Problem to work on: Stop after the line containing "pixels (rows top-down)."; retype every line of the data before it exactly, starting from the first.

━━ Provided material ━━

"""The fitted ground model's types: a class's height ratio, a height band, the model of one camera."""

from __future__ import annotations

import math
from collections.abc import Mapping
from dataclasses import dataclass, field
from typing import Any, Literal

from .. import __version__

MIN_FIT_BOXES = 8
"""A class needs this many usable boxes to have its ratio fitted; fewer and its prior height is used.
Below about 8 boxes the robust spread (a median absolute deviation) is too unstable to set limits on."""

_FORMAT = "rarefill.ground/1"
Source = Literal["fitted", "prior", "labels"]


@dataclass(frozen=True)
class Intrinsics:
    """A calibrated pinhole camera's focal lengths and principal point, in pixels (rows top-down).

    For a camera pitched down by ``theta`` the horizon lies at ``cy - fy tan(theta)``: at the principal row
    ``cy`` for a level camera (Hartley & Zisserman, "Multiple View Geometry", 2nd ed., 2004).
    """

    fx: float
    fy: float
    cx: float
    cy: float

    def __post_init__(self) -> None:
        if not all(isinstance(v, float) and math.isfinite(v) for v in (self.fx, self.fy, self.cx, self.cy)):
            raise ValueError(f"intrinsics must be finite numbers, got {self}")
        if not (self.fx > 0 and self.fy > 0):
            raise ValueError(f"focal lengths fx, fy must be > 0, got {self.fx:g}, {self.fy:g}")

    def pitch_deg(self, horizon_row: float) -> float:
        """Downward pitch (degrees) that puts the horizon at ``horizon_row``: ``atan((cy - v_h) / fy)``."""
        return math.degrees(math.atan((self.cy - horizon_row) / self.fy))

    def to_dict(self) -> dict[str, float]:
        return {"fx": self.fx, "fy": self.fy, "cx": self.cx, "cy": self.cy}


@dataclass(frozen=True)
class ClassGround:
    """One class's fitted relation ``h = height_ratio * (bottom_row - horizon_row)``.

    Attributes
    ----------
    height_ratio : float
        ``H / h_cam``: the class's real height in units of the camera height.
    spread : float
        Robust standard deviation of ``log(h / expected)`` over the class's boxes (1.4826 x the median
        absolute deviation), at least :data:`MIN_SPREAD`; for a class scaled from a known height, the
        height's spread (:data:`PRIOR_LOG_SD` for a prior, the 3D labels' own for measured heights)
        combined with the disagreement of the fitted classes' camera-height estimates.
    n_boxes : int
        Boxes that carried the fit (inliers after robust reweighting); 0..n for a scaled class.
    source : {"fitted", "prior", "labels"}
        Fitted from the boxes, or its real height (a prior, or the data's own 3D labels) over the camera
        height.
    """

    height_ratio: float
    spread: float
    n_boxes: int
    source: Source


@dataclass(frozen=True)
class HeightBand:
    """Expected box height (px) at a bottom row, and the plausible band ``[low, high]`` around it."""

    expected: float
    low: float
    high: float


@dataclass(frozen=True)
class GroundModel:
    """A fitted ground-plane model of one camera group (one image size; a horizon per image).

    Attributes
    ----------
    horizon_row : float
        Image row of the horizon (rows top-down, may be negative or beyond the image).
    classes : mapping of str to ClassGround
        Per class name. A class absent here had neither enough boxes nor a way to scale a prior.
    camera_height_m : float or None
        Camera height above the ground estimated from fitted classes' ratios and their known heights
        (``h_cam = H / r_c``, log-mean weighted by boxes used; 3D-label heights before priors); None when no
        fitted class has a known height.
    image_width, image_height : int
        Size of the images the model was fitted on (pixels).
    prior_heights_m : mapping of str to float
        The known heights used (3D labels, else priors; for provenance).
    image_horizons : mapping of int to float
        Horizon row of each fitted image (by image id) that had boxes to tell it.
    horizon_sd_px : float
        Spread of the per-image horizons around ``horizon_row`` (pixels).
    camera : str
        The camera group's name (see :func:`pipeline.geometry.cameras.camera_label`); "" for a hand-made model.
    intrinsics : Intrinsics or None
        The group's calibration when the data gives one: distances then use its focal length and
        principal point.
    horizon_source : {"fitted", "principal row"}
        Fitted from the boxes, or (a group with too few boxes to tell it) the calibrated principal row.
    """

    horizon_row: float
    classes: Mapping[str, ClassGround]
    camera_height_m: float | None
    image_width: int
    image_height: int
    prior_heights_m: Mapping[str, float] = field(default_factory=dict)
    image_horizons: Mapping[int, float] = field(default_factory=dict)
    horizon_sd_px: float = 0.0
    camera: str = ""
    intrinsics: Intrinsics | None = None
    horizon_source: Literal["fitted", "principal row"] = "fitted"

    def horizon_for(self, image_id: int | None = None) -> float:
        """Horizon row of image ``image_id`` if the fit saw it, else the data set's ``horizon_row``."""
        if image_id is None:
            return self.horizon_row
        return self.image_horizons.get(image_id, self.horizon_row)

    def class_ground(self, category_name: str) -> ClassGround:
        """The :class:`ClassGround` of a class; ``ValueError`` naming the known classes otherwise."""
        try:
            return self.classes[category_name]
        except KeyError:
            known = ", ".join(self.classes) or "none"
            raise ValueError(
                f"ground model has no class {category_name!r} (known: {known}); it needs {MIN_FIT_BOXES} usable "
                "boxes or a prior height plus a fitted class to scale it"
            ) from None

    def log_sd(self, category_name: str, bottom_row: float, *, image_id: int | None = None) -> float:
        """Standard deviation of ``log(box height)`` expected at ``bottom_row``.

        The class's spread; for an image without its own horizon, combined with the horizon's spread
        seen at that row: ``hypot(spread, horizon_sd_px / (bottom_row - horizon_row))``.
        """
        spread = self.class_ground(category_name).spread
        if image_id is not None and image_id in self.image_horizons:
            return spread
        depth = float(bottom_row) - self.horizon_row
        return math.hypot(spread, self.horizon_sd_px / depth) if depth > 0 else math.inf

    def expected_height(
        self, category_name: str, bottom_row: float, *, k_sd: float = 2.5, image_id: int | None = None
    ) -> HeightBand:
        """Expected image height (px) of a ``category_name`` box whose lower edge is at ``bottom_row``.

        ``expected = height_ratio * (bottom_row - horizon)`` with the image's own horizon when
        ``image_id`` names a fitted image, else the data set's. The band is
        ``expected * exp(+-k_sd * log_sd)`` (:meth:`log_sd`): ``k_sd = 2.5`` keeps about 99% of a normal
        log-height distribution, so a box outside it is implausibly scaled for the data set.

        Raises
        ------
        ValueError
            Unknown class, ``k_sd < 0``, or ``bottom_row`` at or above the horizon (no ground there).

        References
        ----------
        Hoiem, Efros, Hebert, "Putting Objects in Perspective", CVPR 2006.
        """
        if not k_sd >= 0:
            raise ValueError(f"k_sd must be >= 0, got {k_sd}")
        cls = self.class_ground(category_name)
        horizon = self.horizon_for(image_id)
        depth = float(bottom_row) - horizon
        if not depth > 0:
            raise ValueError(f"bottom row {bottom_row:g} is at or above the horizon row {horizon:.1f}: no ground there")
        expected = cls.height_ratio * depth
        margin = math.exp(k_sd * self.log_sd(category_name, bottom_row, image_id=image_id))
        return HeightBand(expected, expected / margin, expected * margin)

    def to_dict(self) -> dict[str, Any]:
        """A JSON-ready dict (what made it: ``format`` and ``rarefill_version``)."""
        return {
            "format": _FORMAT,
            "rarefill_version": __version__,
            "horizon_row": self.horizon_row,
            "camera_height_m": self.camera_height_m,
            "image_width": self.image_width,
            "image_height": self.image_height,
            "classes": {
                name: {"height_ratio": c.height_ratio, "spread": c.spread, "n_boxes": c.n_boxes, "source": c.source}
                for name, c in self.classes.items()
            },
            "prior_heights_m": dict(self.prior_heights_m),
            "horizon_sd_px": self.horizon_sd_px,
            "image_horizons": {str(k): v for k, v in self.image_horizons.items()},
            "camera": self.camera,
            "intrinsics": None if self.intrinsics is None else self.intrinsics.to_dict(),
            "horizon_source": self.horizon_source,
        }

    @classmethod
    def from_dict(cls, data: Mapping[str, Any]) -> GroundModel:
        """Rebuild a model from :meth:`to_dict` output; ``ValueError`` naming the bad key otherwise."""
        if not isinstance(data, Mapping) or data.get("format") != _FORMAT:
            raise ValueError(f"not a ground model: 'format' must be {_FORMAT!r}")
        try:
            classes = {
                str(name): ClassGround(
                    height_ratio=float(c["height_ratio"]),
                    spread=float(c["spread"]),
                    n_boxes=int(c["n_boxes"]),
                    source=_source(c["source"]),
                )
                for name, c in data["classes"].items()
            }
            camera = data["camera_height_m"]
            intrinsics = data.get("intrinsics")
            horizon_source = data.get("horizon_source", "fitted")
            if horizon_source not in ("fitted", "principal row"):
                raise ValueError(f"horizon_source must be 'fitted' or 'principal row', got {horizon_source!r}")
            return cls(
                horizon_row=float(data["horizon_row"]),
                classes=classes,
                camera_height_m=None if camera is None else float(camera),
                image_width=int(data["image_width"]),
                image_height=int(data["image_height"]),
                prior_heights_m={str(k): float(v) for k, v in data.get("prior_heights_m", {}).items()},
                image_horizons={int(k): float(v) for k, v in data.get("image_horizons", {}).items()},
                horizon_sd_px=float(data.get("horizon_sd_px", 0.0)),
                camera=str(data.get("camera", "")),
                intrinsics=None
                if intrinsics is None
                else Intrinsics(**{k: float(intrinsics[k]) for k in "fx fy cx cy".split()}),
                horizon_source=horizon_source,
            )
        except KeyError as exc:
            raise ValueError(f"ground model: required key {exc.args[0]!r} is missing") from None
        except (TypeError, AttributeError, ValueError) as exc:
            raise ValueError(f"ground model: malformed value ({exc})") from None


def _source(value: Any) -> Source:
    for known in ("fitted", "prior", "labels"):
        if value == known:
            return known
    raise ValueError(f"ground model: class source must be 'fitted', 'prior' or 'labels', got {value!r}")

━━━

Your response:
"""The fitted ground model's types: a class's height ratio, a height band, the model of one camera."""

from __future__ import annotations

import math
from collections.abc import Mapping
from dataclasses import dataclass, field
from typing import Any, Literal

from .. import __version__

MIN_FIT_BOXES = 8
"""A class needs this many usable boxes to have its ratio fitted; fewer and its prior height is used.
Below about 8 boxes the robust spread (a median absolute deviation) is too unstable to set limits on."""

_FORMAT = "rarefill.ground/1"
Source = Literal["fitted", "prior", "labels"]


@dataclass(frozen=True)
class Intrinsics:
    """A calibrated pinhole camera's focal lengths and principal point, in pixels (rows top-down).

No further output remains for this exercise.